We introduce CRIMSON, a clinically grounded evaluation framework for chest X-ray report generation that assesses reports based on diagnostic correctness, contextual relevance, and patient safety. Unlike prior metrics, CRIMSON incorporates full clinical context, including patient age, indication, and guideline-based decision rules, and prevents normal or clinically insignificant findings from exerting disproportionate influence on the overall score. The framework categorizes errors into a comprehensive taxonomy covering false findings, missing findings, and eight attribute-level errors (e.g., location, severity, measurement, and diagnostic overinterpretation). Each finding is assigned a clinical significance level (urgent, actionable non-urgent, non-actionable, or expected/benign), based on a guideline developed in collaboration with attending cardiothoracic radiologists, enabling severity-aware weighting that prioritizes clinically consequential mistakes over benign discrepancies. CRIMSON is validated through strong alignment with clinically significant error counts annotated by six board-certified radiologists in ReXVal (Kendalls tau = 0.61-0.71; Pearsons r = 0.71-0.84), and through two additional benchmarks that we introduce. In RadJudge, a targeted suite of clinically challenging pass-fail scenarios, CRIMSON shows consistent agreement with expert judgment. In RadPref, a larger radiologist preference benchmark of over 100 pairwise cases with structured error categorization, severity modeling, and 1-5 overall quality ratings from three cardiothoracic radiologists, CRIMSON achieves the strongest alignment with radiologist preferences. We release the metric, the evaluation benchmarks, RadJudge and RadPref, and a fine-tuned MedGemma model to enable reproducible evaluation of report generation, all available at https://github.com/rajpurkarlab/CRIMSON.
Paper Structure (12 sections, 3 equations, 4 figures, 1 table)

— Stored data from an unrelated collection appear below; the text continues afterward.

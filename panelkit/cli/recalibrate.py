"""``panelkit recalibrate``: chances fitted to new people."""

from pathlib import Path

import click

from panelkit.cli.screen import console, show_json
from panelkit.cli.sheet_options import sheet_options
from panelkit.workflow import SheetColumns, recalibrate_panel

__all__ = ["command"]


@click.command("recalibrate")
@click.argument("panel", type=click.Path(path_type=Path))
@click.argument("table", type=click.Path(path_type=Path))
@click.argument("samples", type=click.Path(path_type=Path))
@sheet_options
@click.option("--slope", is_flag=True, help="Fit intercept and slope.  [intercept]")
@click.option("--out", type=click.Path(path_type=Path), required=True)
@click.option("--json", "as_json", is_flag=True, help="Print the result as JSON.")
def command(  # noqa: PLR0913 - one argument an option
    panel: Path,
    table: Path,
    samples: Path,
    outcome: str | None,
    positive: str | None,
    negative: str | None,
    subject: str | None,
    replicate_of: str | None,
    slope: bool,
    out: Path,
    as_json: bool,
) -> None:
    """Fit the chances of PANEL to the people of TABLE and SAMPLES."""
    found = recalibrate_panel(
        panel,
        table,
        samples,
        out,
        changed="intercept and slope" if slope else "intercept",
        columns=SheetColumns(outcome, positive, negative, subject, replicate_of),
    )
    parent = found.parent
    sentence = "" if parent is None else parent.sentence
    if as_json:
        show_json(
            {
                "file": str(out),
                "content_sha256": found.content_sha256,
                "parent_sha256": "" if parent is None else parent.sha256,
                "intercept": 0.0 if parent is None else parent.intercept,
                "slope": 1.0 if parent is None else parent.slope,
                "sentence": sentence,
                "cautions": list(found.cautions),
            }
        )
        return
    screen = console()
    screen.print(sentence, markup=False)
    for caution in found.cautions:
        screen.print(caution, markup=False)
    screen.print(f"Written: {out}", markup=False)
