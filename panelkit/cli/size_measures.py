"""``panelkit size accuracy`` and ``area``: precision of a locked test's figures."""

from pathlib import Path

import click

from panelkit.cli.sizing_screen import costed, show_answer, shown
from panelkit.config import SIZING
from panelkit.workflow import size_accuracy, size_area

__all__ = ["accuracy", "area"]


@click.command("accuracy")
@click.option("--sensitivity", type=float, required=True, help="Expected.")
@click.option("--specificity", type=float, required=True, help="Expected.")
@click.option("--half-width", type=float, required=True, help="Of both intervals.")
@click.option("--prevalence", type=float, required=True, help="Share of cases.")
@click.option("--confidence", type=float, default=SIZING.confidence, show_default=True)
@costed
@shown
def accuracy(  # noqa: PLR0913 - one parameter an option is how click hands them over
    sensitivity: float,
    specificity: float,
    half_width: float,
    prevalence: float,
    confidence: float,
    prices: Path | None,
    markers: tuple[str, ...],
    as_json: bool,
    out: Path | None,
) -> None:
    """Find the people that measure sensitivity and specificity well enough."""
    answer = size_accuracy(sensitivity, specificity, half_width, prevalence, confidence)
    show_answer(answer, as_json, out, prices, markers)


@click.command("area")
@click.option("--area", "expected", type=float, required=True, help="Expected.")
@click.option("--width", type=float, required=True, help="Full width of its interval.")
@click.option(
    "--controls-per-case",
    type=float,
    default=SIZING.controls_per_case,
    show_default=True,
)
@click.option("--confidence", type=float, default=SIZING.confidence, show_default=True)
@costed
@shown
def area(
    expected: float,
    width: float,
    controls_per_case: float,
    confidence: float,
    prices: Path | None,
    markers: tuple[str, ...],
    as_json: bool,
    out: Path | None,
) -> None:
    """Find the people that measure an area under the ROC curve well enough."""
    answer = size_area(expected, width, controls_per_case, confidence)
    show_answer(answer, as_json, out, prices, markers)
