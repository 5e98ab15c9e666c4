"""``panelkit draft``: a commented study file from the data."""

from pathlib import Path

import click

from panelkit.errors import UsageError
from panelkit.runtime import write_whole
from panelkit.workflow import draft_study

__all__ = ["command"]


@click.command("draft")
@click.argument("expression", type=click.Path(path_type=Path))
@click.argument("samples", type=click.Path(path_type=Path), required=False)
@click.option(
    "--out",
    type=click.Path(path_type=Path),
    help="Study file to write; printed when left out.",
)
def command(expression: Path, samples: Path | None, out: Path | None) -> None:
    """Look at EXPRESSION and SAMPLES and write a commented study file."""
    if out is not None and out.exists():
        raise UsageError(
            code="file-exists",
            where=str(out),
            what="a file of that name is there already",
            accepted="a new file",
            next_step="Name another file, or remove this one",
        )
    folder = None if out is None else out.resolve().parent
    text = draft_study(expression, samples, folder=folder)
    if out is None:
        click.echo(text, nl=False)
        return
    with write_whole(out) as file:
        file.write(text.encode())
    click.echo(
        f"Wrote {out}. Read the lines marked 'Check', then: panelkit check {out}"
    )
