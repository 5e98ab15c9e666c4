"""``panelkit validate``: a locked panel on new people."""

import math
from pathlib import Path

import click

from panelkit.cli.screen import console, show_json, show_table
from panelkit.cli.sheet_options import sheet_options
from panelkit.records import Validation
from panelkit.workflow import SheetColumns, validate_panel, validation_content

__all__ = ["command"]


@click.command("validate")
@click.argument("panel", type=click.Path(path_type=Path))
@click.argument("table", type=click.Path(path_type=Path), required=False)
@click.argument("samples", type=click.Path(path_type=Path), required=False)
@sheet_options
@click.option("--subgroup", "subgroups", multiple=True, help="Column; may be repeated.")
@click.option("--plan", type=click.Path(path_type=Path), help="Written beforehand.")
@click.option("--prevalence", type=float, help="For predictive values.")
@click.option("--against", type=click.Path(path_type=Path), help="Another panel file.")
@click.option("--study", type=click.Path(path_type=Path), help="That set rows aside.")
@click.option("--open-set-aside", metavar="REASON", help="Open them; recorded before.")
@click.option("--out", type=click.Path(path_type=Path), required=True, help="A folder.")
@click.option("--json", "as_json", is_flag=True, help="Print the result as JSON.")
def command(  # noqa: PLR0913 - one argument an option
    panel: Path,
    table: Path | None,
    samples: Path | None,
    outcome: str | None,
    positive: str | None,
    negative: str | None,
    subject: str | None,
    replicate_of: str | None,
    subgroups: tuple[str, ...],
    plan: Path | None,
    prevalence: float | None,
    against: Path | None,
    study: Path | None,
    open_set_aside: str | None,
    out: Path,
    as_json: bool,
) -> None:
    """Judge the locked PANEL on the people of TABLE and SAMPLES."""
    found = validate_panel(
        panel,
        table,
        samples,
        out=out,
        columns=SheetColumns(
            outcome, positive, negative, subject, replicate_of, subgroups
        ),
        plan=plan,
        prevalence=prevalence,
        against=against,
        study=study,
        open_set_aside=open_set_aside,
    )
    if as_json:
        show_json(validation_content(found))
    else:
        _show(found, out)


def _number(value: float) -> str:
    return "" if math.isnan(value) else f"{value:.3f}"


def _show(found: Validation, out: Path) -> None:
    show_table(
        f"{found.panel}: {found.subjects} people, {found.cases} cases, "
        f"{found.controls} controls",
        ["measure", "of", "value", "low", "high", "samples", "note"],
        [
            [
                each.measure,
                each.of,
                _number(each.value),
                _number(each.low),
                _number(each.high),
                str(each.samples),
                each.note,
            ]
            for each in found.figures
        ],
        right=(2, 3, 4, 5),
    )
    show_table(
        "markers against the training rows, outcome held equal",
        ["marker", "shift", "low", "high", "spread ratio", "outside range"],
        [
            [
                each.feature,
                _number(each.shift),
                _number(each.shift_low),
                _number(each.shift_high),
                _number(each.spread_ratio),
                _number(each.outside_share),
            ]
            for each in found.shifts
        ],
        right=(1, 2, 3, 4, 5),
    )
    screen = console()
    for note in found.notes:
        screen.print(note, markup=False)
    screen.print(found.sentence, markup=False)
    screen.print(found.research_use, markup=False)
    screen.print(f"Written: {out}", markup=False)
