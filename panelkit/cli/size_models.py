"""``panelkit size develop``, ``validate`` and ``compare``: people for models."""

from pathlib import Path

import click

from panelkit.cli.sizing_screen import costed, show_answer, shown
from panelkit.config import SIZING
from panelkit.workflow import size_comparison, size_development, size_validation

__all__ = ["compare", "develop", "validate"]


@click.command("develop")
@click.option(
    "--parameters", type=int, required=True, help="Everything that is looked at."
)
@click.option("--prevalence", type=float, help="Of a binary outcome.")
@click.option("--area", type=float, help="Expected area under the ROC curve; or:")
@click.option("--cox-snell", type=float, help="Expected Cox-Snell R2.")
@click.option("--rate", type=float, help="Survival: events per person and time.")
@click.option("--follow-up", type=float, help="Survival: mean follow-up.")
@costed
@shown
def develop(  # noqa: PLR0913 - one parameter an option is how click hands them over
    parameters: int,
    prevalence: float | None,
    area: float | None,
    cox_snell: float | None,
    rate: float | None,
    follow_up: float | None,
    prices: Path | None,
    markers: tuple[str, ...],
    as_json: bool,
    out: Path | None,
) -> None:
    """Find the people for developing a model of given parameters."""
    answer = size_development(
        parameters=parameters,
        prevalence=prevalence,
        area=area,
        cox_snell=cox_snell,
        rate=rate,
        follow_up=follow_up,
    )
    show_answer(answer, as_json, out, prices, markers)


@click.command("validate")
@click.option("--prevalence", type=float, help="Of a binary outcome.")
@click.option("--area", type=float, help="Expected area under the ROC curve.")
@click.option(
    "--threshold", type=float, help="Probability of treatment.  [the prevalence]"
)
@click.option("--r-squared", type=float, help="A number as outcome: expected R2.")
@costed
@shown
def validate(
    prevalence: float | None,
    area: float | None,
    threshold: float | None,
    r_squared: float | None,
    prices: Path | None,
    markers: tuple[str, ...],
    as_json: bool,
    out: Path | None,
) -> None:
    """Find the people for validating a locked model on a new cohort."""
    answer = size_validation(
        prevalence=prevalence, area=area, threshold=threshold, r_squared=r_squared
    )
    show_answer(answer, as_json, out, prices, markers)


@click.command("compare")
@click.option("--area", type=float, help="Of the first panel.")
@click.option("--other-area", type=float, help="Of the second panel.")
@click.option("--correlation", type=float, help="Of the two estimated areas.")
@click.option("--discordant", type=float, help="Share on whom panels disagree.")
@click.option("--difference", type=float, help="Of the two shares.")
@click.option("--power", type=float, default=SIZING.power, show_default=True)
@costed
@shown
def compare(  # noqa: PLR0913 - one parameter an option is how click hands them over
    area: float | None,
    other_area: float | None,
    correlation: float | None,
    discordant: float | None,
    difference: float | None,
    power: float,
    prices: Path | None,
    markers: tuple[str, ...],
    as_json: bool,
    out: Path | None,
) -> None:
    """Find the people that tell two panels apart, read on the same people."""
    answer = size_comparison(
        area=area,
        other_area=other_area,
        correlation=correlation,
        discordant=discordant,
        difference=difference,
        power=power,
    )
    show_answer(answer, as_json, out, prices, markers)
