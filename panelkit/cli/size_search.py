"""``panelkit size learning`` and ``detect``: what more people bring to a search."""

from pathlib import Path

import click

from panelkit.cli.screen import watching
from panelkit.cli.sizing_screen import costed, numbers, show_answer, shown
from panelkit.config import SEED, SIZING
from panelkit.workflow import size_detection, size_learning

__all__ = ["detect", "learning"]


@click.command("learning")
@click.argument("run", type=click.Path(path_type=Path))
@click.option("--target", type=float, help="Nested metric that is wanted.")
@click.option("--seed", type=int, default=SEED, show_default=True)
@costed
@shown
def learning(
    run: Path,
    target: float | None,
    seed: int,
    prices: Path | None,
    markers: tuple[str, ...],
    as_json: bool,
    out: Path | None,
) -> None:
    """Say what more people would bring, by the learning curve of the folder RUN."""
    show_answer(size_learning(run, target, seed), as_json, out, prices, markers)


@click.command("detect")
@click.option(
    "--people",
    callback=numbers(int),
    required=True,
    metavar="N,N,...",
    help="Numbers of people.",
)
@click.option(
    "--differences",
    callback=numbers(float),
    required=True,
    metavar="D,D,...",
    help="Of true markers, in within-class SD.",
)
@click.option("--prevalence", type=float, required=True, help="Share of cases.")
@click.option("--features", type=int, default=SIZING.features, show_default=True)
@click.option(
    "--true-markers", type=int, default=SIZING.true_markers, show_default=True
)
@click.option(
    "--simulations",
    type=int,
    default=SIZING.simulations,
    show_default=True,
    help="Invented cohorts each.",
)
@click.option("--seed", type=int, default=SEED, show_default=True)
@click.option("--threads", type=click.IntRange(1, 1024), default=1, show_default=True)
@click.option("--quiet", is_flag=True, help="Show no progress.")
@costed
@shown
def detect(  # noqa: PLR0913 - one parameter an option is how click hands them over
    people: tuple[int, ...],
    differences: tuple[float, ...],
    prevalence: float,
    features: int,
    true_markers: int,
    simulations: int,
    seed: int,
    threads: int,
    quiet: bool,
    prices: Path | None,
    markers: tuple[str, ...],
    as_json: bool,
    out: Path | None,
) -> None:
    """Say which differences a shortlist finds, by simulation."""
    with watching(quiet or as_json) as listener:
        answer = size_detection(
            people,
            differences,
            prevalence=prevalence,
            features=features,
            true_markers=true_markers,
            simulations=simulations,
            seed=seed,
            threads=threads,
            listener=listener,
        )
    show_answer(answer, as_json, out, prices, markers)
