"""The command line: which command, and what happens to errors.

This is the only place that catches `PanelkitError`. Commands are loaded when they
are called, so that ``panelkit --help`` starts at once.
"""

import importlib
import sys
from typing import Final

import click

from panelkit.errors import Interrupted, PanelkitError

__all__ = ["main"]

COMMANDS: Final = {
    "draft": "Write a commented study file by looking at the data.",
    "check": "Read the data of a study and say what was noticed.",
    "shortlist": "Say which markers are picked again and again; no panels.",
    "price": "Price marker lists on platforms; needs no expression data.",
    "run": "Run the whole job: priced panels with honest accuracy.",
    "lock": "Lock a panel of a run, with its cut-offs, into a panel file.",
    "score": "Score new samples by a locked panel.",
    "validate": "Judge a locked panel on people who did not teach it.",
    "recalibrate": "Fit a locked panel's chances to new people.",
    "size": "How large the next cohort has to be; samples to plates.",
    "bridge": "What the assay has to reach; joining two platforms.",
}


class _LazyGroup(click.Group):
    """A group whose commands are modules of this package."""

    def list_commands(self, ctx: click.Context) -> list[str]:
        """Return the commands in the order of the work."""
        return list(COMMANDS)

    def get_command(self, ctx: click.Context, cmd_name: str) -> click.Command | None:
        """Load a command."""
        if cmd_name not in COMMANDS:
            return None
        module = importlib.import_module(f"panelkit.cli.{cmd_name}")
        command: click.Command = module.command
        return command

    def format_commands(
        self, ctx: click.Context, formatter: click.HelpFormatter
    ) -> None:
        """List commands without loading them."""
        with formatter.section("Commands"):
            formatter.write_dl(list(COMMANDS.items()))


@click.group(cls=_LazyGroup, context_settings={"help_option_names": ["-h", "--help"]})
@click.version_option(package_name="panelkit", message="panelkit %(version)s")
def panelkit() -> None:
    """Find small, affordable biomarker panels in wide omics data.

    Exit codes: 0 done; 1 a bug of ours; 2 usage or study file; 3 input data (also a
    `check` that finds a `stop`); 4 fit; 5 no panel meets the demand; 6 panel file;
    7 run folder or resources; 130 interrupted.

    For research and planning only.
    """


def main(arguments: list[str] | None = None) -> None:
    """Run the command line and leave with its exit code.

    Parameters
    ----------
    arguments : list of str, optional
        None reads the process's own.
    """
    try:
        code = panelkit.main(arguments, prog_name="panelkit", standalone_mode=False)
    except PanelkitError as error:
        click.echo(f"{type(error).__name__} ({error.code}): {error}", err=True)
        sys.exit(error.exit_code)
    except click.ClickException as error:
        error.show()
        sys.exit(2)
    except (click.Abort, KeyboardInterrupt):
        click.echo(
            "Interrupted. Finished folds are kept: run the same command to go on.",
            err=True,
        )
        sys.exit(Interrupted.exit_code)
    sys.exit(code if isinstance(code, int) else 0)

This paper contains 12 sections, 3 equations, 4 figures, 1 table.

Figures (4)

  • Figure 1: Representative RadJudge cases illustrating core design principles of CRIMSON. Top: Patient context sensitivity. The clinical impact of an omission (e.g., aortic atherosclerosis) varies by age and indication, and CRIMSON adjusts severity accordingly. Middle: Normal finding handling. CRIMSON does not reward mentioning normal findings, preventing score inflation. Bottom: Clinical significance weighting. Errors are weighted by consequence, prioritizing clinically important findings. In each case, CRIMSON aligns with radiologist expectations, whereas prior metrics fail.
  • Figure 2: RadJudge results. For each case, metrics are evaluated based on whether their relative ranking of multiple candidate reports agrees with the expected ordering determined with agreement across three attending cardiothoracic radiologists. Each category contains three cases; entries are cases passed (out of 3), with totals out of 30.
  • Figure 3: Radiologist Preference Alignment (RadPref). Correlation between metric score and radiologist rating differences across 100 pairwise cases. Each point corresponds to a case comparing two candidate reports for the same reference report.
  • Figure 4: MedGemmaCRIMSON vs GPT-5.2. A) Mean absolute error across false findings, missing findings, and attribute errors per radiologist. B) Severity categorization confusion matrices between three radiologists and CRIMSON, computed only on matched errors (i.e., findings for which both the radiologist and CRIMSON identified an error in the same category). Titles show the percentage of cases for which the radiologist and CRIMSON agree on error category. Color intensity represents the within-row percentage.